## [To do]
Return all lines from the listing below in which the string "used" occurs.

## [Input for this task]
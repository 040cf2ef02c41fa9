/** Gathers what the sheet says from build, gains and results of trials: margins, plots, what was not tested. */
import type { Build } from '../craft/build.ts';
import { AXES, type Gains } from '../craft/gains.ts';
import { InputError, refuse } from '../craft/problem.ts';
import { VERSION } from '../flight/record.ts';
import { axisModels } from '../shaping/axisModel.ts';
import { exportConstants, type Convention } from '../shaping/conventions.ts';
import { loopCurves } from '../shaping/curves.ts';
import { gustResponse } from '../shaping/gust.ts';
import { rateLoop } from '../shaping/rateLoop.ts';
import { reportForBuild } from '../shaping/report.ts';
import { TRIALS } from '../trials/registry.ts';
import { bandText, scoreText } from '../trials/report.ts';
import type { Score, TrialResult } from '../trials/trial.ts';
import type { SheetContent, SheetQuantity, SheetTrial } from './sheet.ts';
import { AXIS_DASH, linePlot } from './svgPlot.ts';
import type { WindProof } from './windLimit.ts';
import { sheetWind, windNotTested } from './windWords.ts';

/** Trials that a sheet should have, quick enough to run for it. */
export const SHEET_TRIALS: readonly string[] = [
  'rate-step-roll-small',
  'rate-step-pitch-small',
  'rate-step-yaw-small',
  'hover-noise',
  'gust-front',
  'gust-right',
  'gust-rear',
  'gust-left',
  'turbulence-light',
  'turbulence-moderate',
  'low-battery',
  'weak-motor',
];

export interface SheetInput {
  readonly build: Build;
  readonly gains: Gains;
  readonly convention: Convention;
  readonly results: readonly TrialResult[];
  /** What the flights in rising wind have shown; null or absent when they were not flown. */
  readonly wind?: WindProof | null;
  readonly printedAt: string;
  /** How well measured quantities are known, by their name in `QUANTITIES`; from Measure. */
  readonly known?: Readonly<Record<string, string>>;
}

/** @throws InputError when the craft cannot be trimmed in hover. */
export function assembleSheet(input: SheetInput): SheetContent {
  const { build, gains, results, wind = null } = input;
  const report = trimmed(build, () => reportForBuild(build, gains));
  return {
    build,
    gains,
    measured: quantitiesOf(build, input.known ?? {}),
    convention: input.convention.name,
    constants: constantsOf(input),
    margins: AXES.map((axis) => ({ axis, ...report[axis] })),
    ...trialsOf(results),
    wind: wind === null ? null : sheetWind(wind),
    notTested: [...notRun(results), ...windNotTested(wind), ...NEVER_TESTED],
    plots: trimmed(build, () => plotsOf(build, gains, (axis) => report[axis].stable)),
    version: VERSION,
    printedAt: input.printedAt,
  };
}

function trimmed<T>(build: Build, run: () => T): T {
  try {
    return run();
  } catch (error) {
    if (error instanceof RangeError && !(error instanceof InputError)) {
      throw refuse(build.name, 'propeller', error.message, 'a craft that can hover');
    }
    throw error;
  }
}

/** The constants' own lines: loop, filters and cautions stand elsewhere on the sheet. */
function constantsOf({ gains, convention, build }: SheetInput): string[] {
  const lines = exportConstants(gains, convention, 'text', build.name).trimEnd().split('\n');
  return lines.slice(lines.indexOf('') + 1);
}

/** Kilograms in a pound (international yard and pound agreement, 1959). */
const POUND_KG = 0.45359237;

/** What the sheet says of a build, by the name that Measure uses for how well it is known. */
const QUANTITIES: Readonly<Record<string, (build: Build) => readonly [value: number, unit: string]>> = {
  'all-up mass': ({ airframe }) => [airframe.mass_kg, 'kg'],
  'inertia roll': ({ airframe }) => [airframe.inertia_kgm2.xx, 'kg m²'],
  'inertia pitch': ({ airframe }) => [airframe.inertia_kgm2.yy, 'kg m²'],
  'inertia yaw': ({ airframe }) => [airframe.inertia_kgm2.zz, 'kg m²'],
  'propeller diameter': ({ propeller }) => [propeller.diameter_m, 'm'],
  'thrust coefficient': ({ propeller }) => [propeller.thrustCoefficient, ''],
  'power coefficient': ({ propeller }) => [propeller.powerCoefficient, ''],
  'battery cells': ({ battery }) => [battery.cells, ''],
  'battery capacity': ({ battery }) => [battery.capacity_Ah, 'A h'],
  'gyro noise': ({ gyro }) => [gyro.noise_dps_per_rtHz, 'deg/s/√Hz'],
};

/** Names of the quantities on the sheet. */
export const QUANTITY_NAMES: readonly string[] = Object.keys(QUANTITIES);

function quantitiesOf(build: Build, known: Readonly<Record<string, string>>): SheetQuantity[] {
  return Object.entries(QUANTITIES).map(([name, read]) => {
    const [value, unit] = read(build);
    const text = String(Number(value.toPrecision(4)));
    return {
      name,
      value: unit === 'kg' ? `${text} kg (${Number((value / POUND_KG).toPrecision(4))} lb)` : text,
      unit: unit === 'kg' ? '' : unit,
      known: Object.hasOwn(known, name) ? known[name] : 'as entered',
    };
  });
}

/** More than this does not fit beside the rest on the second page. */
const MOST_ROWS = 12;
/** What stands of one trial: a table's row of about two lines. */
const LONGEST_SCORES = 150;

/** What is outside its band comes first and is never left out of sight. */
function trialsOf(results: readonly TrialResult[]): Pick<SheetContent, 'trials' | 'moreTrials'> {
  const order = (result: TrialResult) =>
    (result.pass ? 1000 : 0) + (SHEET_TRIALS.includes(result.trial) ? 0 : 100);
  const sorted = [...results].sort((a, b) => order(a) - order(b));
  const left = sorted.slice(MOST_ROWS);
  const names = (pass: boolean) =>
    left.filter((result) => result.pass === pass).map((result) => result.title);
  const parts = [
    ['Also OUTSIDE their bands', names(false)],
    ['Also within their bands', names(true)],
  ] as const;
  return {
    trials: sorted.slice(0, MOST_ROWS).map(sheetTrial),
    moreTrials: parts
      .filter(([, titles]) => titles.length > 0)
      .map(([what, titles]) => `${what} (${titles.length}): ${titles.join('; ')}.`)
      .join(' '),
  };
}

function sheetTrial(result: TrialResult): SheetTrial {
  const { title, seed, pass, stopped, note } = result;
  const outside = result.scores.filter((score) => !score.pass);
  const whole = [...outside, ...result.scores.filter((score) => score.pass)].map(scoreWords);
  const text = note ?? (stopped === null ? fitting(whole) : `ended early: ${stopped}`);
  return { trial: `${title}${changedParameters(result)}`, scores: text, seed, pass };
}

/** What trials call the source of a band that a person has set. */
const OWN_BAND = 'set by the user';

function scoreWords(score: Score): string {
  const own = score.source === OWN_BAND ? ', own band' : '';
  return `${score.name} ${scoreText(score)} (${bandText(score.band, score.unit)}${own})${score.pass ? '' : ' OUTSIDE'}`;
}

function fitting(parts: readonly string[]): string {
  let text = '';
  let used = 0;
  for (const part of parts) {
    if (used > 0 && text.length + part.length > LONGEST_SCORES) break;
    text += used === 0 ? part : `; ${part}`;
    used++;
  }
  const left = parts.length - used;
  return left === 0 ? text : `${text}; ${left} more`;
}

/** What a person changed about a trial stands with its name: another gust is another trial. */
function changedParameters({ trial, parameters }: TrialResult): string {
  const own = TRIALS.find((one) => one.name === trial)?.parameters ?? {};
  const changed = Object.entries(parameters).filter(
    ([name, value]) => Object.hasOwn(own, name) && own[name].value !== value,
  );
  return changed.length === 0 ? '' : ` (${changed.map(([name, value]) => `${name} ${value}`).join(', ')})`;
}

const NEVER_TESTED: readonly string[] = [
  'Structure, wiring, radio link, fail-safe, navigation, and anything else the model does not hold.',
];

function notRun(results: readonly TrialResult[]): string[] {
  const run = new Set(results.map((result) => result.trial));
  const left = TRIALS.filter((trial) => !run.has(trial.name)).map((trial) => trial.title);
  const skipped = results.filter((result) => result.note !== null).map((result) => result.title);
  return [
    ...(left.length === 0 ? [] : [`Trials not run: ${left.join('; ')}.`]),
    ...(skipped.length === 0 ? [] : [`Trials that say nothing about this build: ${skipped.join('; ')}.`]),
  ];
}

type AxisCurves = ReturnType<typeof loopCurves> & { axis: (typeof AXES)[number] };
interface Curve {
  readonly x: Float64Array;
  readonly y: Float64Array;
}
const NOTHING: Curve = { x: new Float64Array(0), y: new Float64Array(0) };
/** Push from outside in the gust plot, deg/s²: a step of angular acceleration that stays. */
const PUSH_DPS2 = 100;
/** Length of the plots in time, s. */
const SHOWN_S = 0.6;
/** Upper end of common practice for the peak of the sensitivity, Ms. */
const COMMON_MS = 1.6;

function plotsOf(build: Build, gains: Gains, stable: (axis: (typeof AXES)[number]) => boolean): string[] {
  const models = axisModels(build);
  const loops = AXES.map((axis) => ({ axis, loop: rateLoop(models[axis].measured, gains, axis) }));
  const curves = loops.map(({ axis, loop }) => ({
    axis,
    ...loopCurves(loop, build.gyro.noise_dps_per_rtHz),
  }));
  const lines = (pick: (c: AxisCurves) => Curve) =>
    curves.map((c) => ({ label: c.axis, dash: AXIS_DASH[c.axis], ...pick(c) }));
  const gusts = new Map(loops.map(({ axis, loop }) => [axis, stable(axis) ? pushCurve(loop) : NOTHING]));
  return [
    linePlot(
      { title: 'Rate step, setpoint 1', xLabel: 's', yLabel: '', levels: [{ y: 1, label: '1' }] },
      lines((c) => (c.step === null ? NOTHING : firstPart(c.step.t_s, c.step.y))),
    ),
    linePlot(
      { title: `Rate after a gust’s push of ${PUSH_DPS2} deg/s²`, xLabel: 's', yLabel: 'deg/s' },
      lines((c) => gusts.get(c.axis) ?? NOTHING),
    ),
    linePlot(
      { title: 'Loop gain', xLabel: 'Hz', yLabel: 'dB', logX: true, levels: [{ y: 0, label: '0 dB' }] },
      lines((c) => ({ x: c.f_Hz, y: c.gain_dB })),
    ),
    linePlot(
      {
        title: 'Sensitivity (below 0 dB: gusts held down)',
        xLabel: 'Hz',
        yLabel: 'dB',
        logX: true,
        levels: [{ y: 20 * Math.log10(COMMON_MS), label: `Ms ${COMMON_MS}` }],
      },
      lines((c) => ({ x: c.f_Hz, y: c.sensitivity_dB })),
    ),
  ];
}

function pushCurve(loop: ReturnType<typeof rateLoop>): Curve {
  const { t_s, rate_dps } = gustResponse(loop, PUSH_DPS2, SHOWN_S);
  return firstPart(t_s, rate_dps);
}

function firstPart(t_s: Float64Array, y: Float64Array): Curve {
  const count = t_s.findIndex((t) => t > SHOWN_S);
  const last = count === -1 ? t_s.length : count;
  return { x: t_s.subarray(0, last), y: y.subarray(0, last) };
}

## [Answer to this task]
  let used = 0;
    if (used > 0 && text.length + part.length > LONGEST_SCORES) break;
    text += used === 0 ? part : `; ${part}`;
    used++;
  const left = parts.length - used;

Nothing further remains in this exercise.